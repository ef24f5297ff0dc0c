"""``verify`` reads the catalog as one snapshot: a writer that commits while it reads (a crew
member loading logs on a shared catalog, or the server finishing the commit of a writer
killed a moment earlier) does not show up as a row without its ledger event."""

from __future__ import annotations

from archive.store import verify as verify_module
from archive.store.archive import Archive
from archive.store.verify import verify_archive


def test_a_commit_between_the_ledger_and_the_rows_is_not_a_problem(any_survey_arc: Archive,
                                                                   monkeypatch):
    arc = any_survey_arc
    from tests.reliability.core_writer import write

    write(str(arc.root), 2, 1_000)  # two ledgered writes before
    walk = verify_module._walk_chain
    committed = []

    def walk_then_commit(s, report):
        out = walk(s, report)  # the ledger read; then another writer commits
        write(str(arc.root), 3, 1_000)
        committed.append(True)
        return out

    monkeypatch.setattr(verify_module, "_walk_chain", walk_then_commit)
    report = verify_archive(arc, rehash=False)
    assert committed and report.ok, report.problems
    assert report.events_checked == report.rows_checked + 1  # the survey's event too
    monkeypatch.undo()
    after = verify_archive(arc, rehash=False)  # the third write, seen whole afterwards
    assert after.ok and after.rows_checked == report.rows_checked + 1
========================================================================
Work item
Each record above should be returned exactly as written.

Response to this exercise
repository ef24f5297ff0dc0c
"""``verify`` reads the catalog as one snapshot: a writer that commits while it reads (a crew
member loading logs on a shared catalog, or the server finishing the commit of a writer
killed a moment earlier) does not show up as a row without its ledger event."""

from __future__ import annotations

from archive.store import verify as verify_module
from archive.store.archive import Archive
from archive.store.verify import verify_archive


def test_a_commit_between_the_ledger_and_the_rows_is_not_a_problem(any_survey_arc: Archive,
                                                                   monkeypatch):
    arc = any_survey_arc
    from tests.reliability.core_writer import write

    write(str(arc.root), 2, 1_000)  # two ledgered writes before
    walk = verify_module._walk_chain
    committed = []

    def walk_then_commit(s, report):
        out = walk(s, report)  # the ledger read; then another writer commits
        write(str(arc.root), 3, 1_000)
        committed.append(True)
        return out

    monkeypatch.setattr(verify_module, "_walk_chain", walk_then_commit)
    report = verify_archive(arc, rehash=False)
    assert committed and report.ok, report.problems
    assert report.events_checked == report.rows_checked + 1  # the survey's event too
    monkeypatch.undo()
    after = verify_archive(arc, rehash=False)  # the third write, seen whole afterwards
    assert after.ok and after.rows_checked == report.rows_checked + 1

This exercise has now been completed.